New Map Shows Expanding Seattle Tech Universe

If the crane-filled skyline, increasing home prices, worsening traffic, and competitive job market weren’t enough to tell you that Seattle’s tech economy is booming, a new map released Wednesday should do the trick.

A previous star-chart-like depiction of the Seattle-area tech universe, released in 2009, helped investors, entrepreneurs, job seekers, and others visualize the region’s major companies in IT and communications, along with their parent companies, spinouts, and acquisitions. There were some 711 businesses and institutions tracked on the map, which was based on data gathered in 2007 and 2008.

The Washington Technology Industry Association and Madrona Venture Group, which have been working on an update of the map for most of this year, now count more than 2,100 additional tech companies in the region—though only those fitting certain criteria for funding, significance, and location are included on the map.

A bigger version can be viewed here: http://washingtontechnology.org/2015-seattle-tech-universe/

So many stars.

The major galaxies in the Seattle Tech Universe, circa 2015—Microsoft, Amazon, and University of Washington—are brighter than they were a decade ago as they continue to draw in talented tech workers who go on to form their own companies. And there’s a growing swath of stars from Silicon Valley, representing the nearly 70 engineering centers opened by virtually every significant tech company not already based in the region, in a bid to tap the deep pool of talent here.

The 2009 map.

The 2009 map.

The 2009 map was useful in easing concerns of engineers and executives being recruited to Seattle-based companies. It showed them there were interesting places to find another job in the area if their first company was acquired or folded. “We don’t get that much anymore,” said Tim Porter, a managing director at Madrona Venture Group.

The updated map points not only to the continued importance of the “anchor tenants” in tech, but also to the smaller companies that have spawned significant offshoots of their own. RealNetworks, for example, traces its lineage to Microsoft, where CEO Rob Glaser worked before founding the Internet media company in 1995. Former RealNetworks employees have since founded at least 10 locally based technology companies, according to the 2015 map, including enterprise data storage provider Isilon Systems, acquired by EMC. Now Isilon veterans are building a new generation of enterprise storage companies, including Qumulo and Igneous Systems.
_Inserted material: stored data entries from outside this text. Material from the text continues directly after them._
import { altitudeOf } from "./altitude.js";
import { newOrientation, orientationAt } from "./starOfDate.js";
import { sunDirection } from "./sun.js";

const orientation = newOrientation();
const sun = new Float64Array(3);

/** A stretch of time [d from J2000.0 UTC]. */
export interface Span {
  readonly from: number;
  readonly to: number;
}

/** One turn of the stars [d]. */
export const siderealDay = 0.9972695663290843;

/** Turns of sidereal time [rad/d]. */
export const siderealRate = (2 * Math.PI) / siderealDay;

/** Steps in which the Sun is looked at: it cannot go down and up again between two [d]. */
const step = 1 / 96;

/**
 * When it is dark in one night, from one mean noon to the next.
 *
 * Given
 *   noon                 [d from J2000.0 UTC]  scalar: mean noon at the site before the night
 *   longitude, latitude  [rad]  scalars
 *   sunBelow             [rad]  scalar: the Sun's altitude under which it is dark, -18 deg for astronomical twilight
 * Returned  the stretches of darkness, none in a white night; the whole of it in the polar night
 * Accuracy  4 s at middle latitudes, from that of the Sun; test/kernel/night.test.ts
 * Source    see sun.ts
 */
export function darkness(noon: number, longitude: number, latitude: number, sunBelow: number): Span[] {
  orientationAt(noon + 0.5, orientation);
  const midnight = orientation.sidereal + longitude;
  const above = (time: number) => {
    sunDirection(time, sun);
    return altitudeOf(sun, midnight + siderealRate * (time - noon - 0.5), latitude) - sunBelow;
  };
  return spansBelow(above, noon, noon + 1);
}

/** Where a function of time is below 0, its changes of sign found to 0.01 s. */
function spansBelow(value: (time: number) => number, from: number, to: number): Span[] {
  const spans: Span[] = [];
  let start = value(from) < 0 ? from : undefined;
  let before = from;
  const steps = Math.round((to - from) / step);
  for (let count = 1; count <= steps; count++) {
    const time = count === steps ? to : from + count * step;
    const isBelow = value(time) < 0;
    if (isBelow !== (start !== undefined)) {
      const change = changeBetween(value, before, time);
      if (start === undefined) start = change;
      else {
        spans.push({ from: start, to: change });
        start = undefined;
      }
    }
    before = time;
  }
  if (start !== undefined) spans.push({ from: start, to });
  return spans;
}

function changeBetween(value: (time: number) => number, from: number, to: number): number {
  let low = from;
  let high = to;
  const first = value(low) < 0;
  while (high - low > 1e-7) {
    const middle = (low + high) / 2;
    if (value(middle) < 0 === first) low = middle;
    else high = middle;
  }
  return (low + high) / 2;
}

/**
 * Mean noon at a site before the night that begins on a date there.
 *
 * Given
 *   date       [d from J2000.0]  scalar: any time of that date
 *   longitude  [rad]             scalar, east positive
 * Returned  [d from J2000.0 UTC]
 */
export function noonBefore(date: number, longitude: number): number {
  const midnight = Math.floor(date + 0.5) - 0.5;
  const east = longitude - 2 * Math.PI * Math.round(longitude / (2 * Math.PI));
  return midnight + 0.5 - east / (2 * Math.PI);
}
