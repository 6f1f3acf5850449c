/** The named characters that tables of the trade hold (HTML standard, section 13.5); others stay as they stand. */
const named = new Map<string, string>(
  `amp & lt < gt > quot " apos ' plusmn ± minus − times × divide ÷ middot · sdot ⋅ deg ° micro µ permil ‰ prime ′ Prime ″
  ndash – mdash — hellip … lsquo ‘ rsquo ’ ldquo “ rdquo ” laquo « raquo » sup1 ¹ sup2 ² sup3 ³ frac12 ½ frac14 ¼ frac34 ¾
  odot ⊙ oplus ⊕ star ☆ starf ★ infin ∞ asymp ≈ sim ∼ le ≤ ge ≥ ne ≠ equiv ≡ prop ∝ radic √ copy © reg ® sect § para ¶
  dagger † Dagger ‡ bull • larr ← rarr → uarr ↑ darr ↓ euro € pound £ yen ¥ szlig ß auml ä ouml ö uuml ü Auml Ä Ouml Ö
  Uuml Ü eacute é egrave è ecirc ê agrave à aacute á acirc â ccedil ç ntilde ñ oacute ó iacute í aring å Aring Å oslash ø
  Oslash Ø aelig æ alpha α beta β gamma γ delta δ epsilon ε zeta ζ eta η theta θ iota ι kappa κ lambda λ mu μ nu ν xi ξ
  omicron ο pi π rho ρ sigma σ tau τ upsilon υ phi φ chi χ psi ψ omega ω Gamma Γ Delta Δ Theta Θ Lambda Λ Xi Ξ Pi Π
  Sigma Σ Phi Φ Psi Ψ Omega Ω`
    .split(/\s+/)
    .reduce<[string, string][]>((pairs, word, index, words) => {
      if (index % 2 === 1) {
        pairs.push([words[index - 1] as string, word]);
      }
      return pairs;
    }, []),
);
named.set("nbsp", "\u00A0").set("ensp", "\u2002").set("emsp", "\u2003").set("thinsp", "\u2009").set("shy", "\u00AD");

/** Numbers 128 to 159 mean the characters of windows-1252 (HTML standard, section 13.2.5.80). */
const windows = "€\u0081‚ƒ„…†‡ˆ‰Š‹Œ\u008DŽ\u008F\u0090‘’“”•–—˜™š›œ\u009DžŸ";

export function unescapeHtml(text: string): string {
  return text.includes("&")
    ? text.replace(/&(?:#x([0-9a-f]{1,6})|#(\d{1,7})|([a-z][a-z0-9]*));?/gi, (whole, hexadecimal, decimal, name) =>
        name === undefined
          ? characterOf(hexadecimal === undefined ? Number(decimal) : Number.parseInt(hexadecimal, 16))
          : (named.get(name) ?? whole),
      )
    : text;
}

function characterOf(code: number): string {
  if (code >= 0x80 && code <= 0x9f) {
    return windows[code - 0x80] as string;
  }
  const isCharacter = code > 0 && code <= 0x10ffff && !(code >= 0xd800 && code <= 0xdfff);
  return isCharacter ? String.fromCodePoint(code) : "\uFFFD";
}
Another cluster might be called the Rich Barton galaxy, which begins with the Microsoft spinout Expedia, which begat Glassdoor, Trover, Avvo, LiquidPlanner, and Zillow, which in turn begat Garmentory and Quoros.

There are several new public companies on the map, which could point to where things are headed in the next decade, said WTIA CEO Michael Schutzler. Online retailer Zulily and data visualization software maker Tableau are two prominent examples. The map also highlights several core areas of strength for the region broadly, including cloud computing, mobile applications, online retail, and gaming.

“We’ve become leaders and drivers in this area in a number of the most significant value-creation and job-creation engines in the world,” Schutzler said.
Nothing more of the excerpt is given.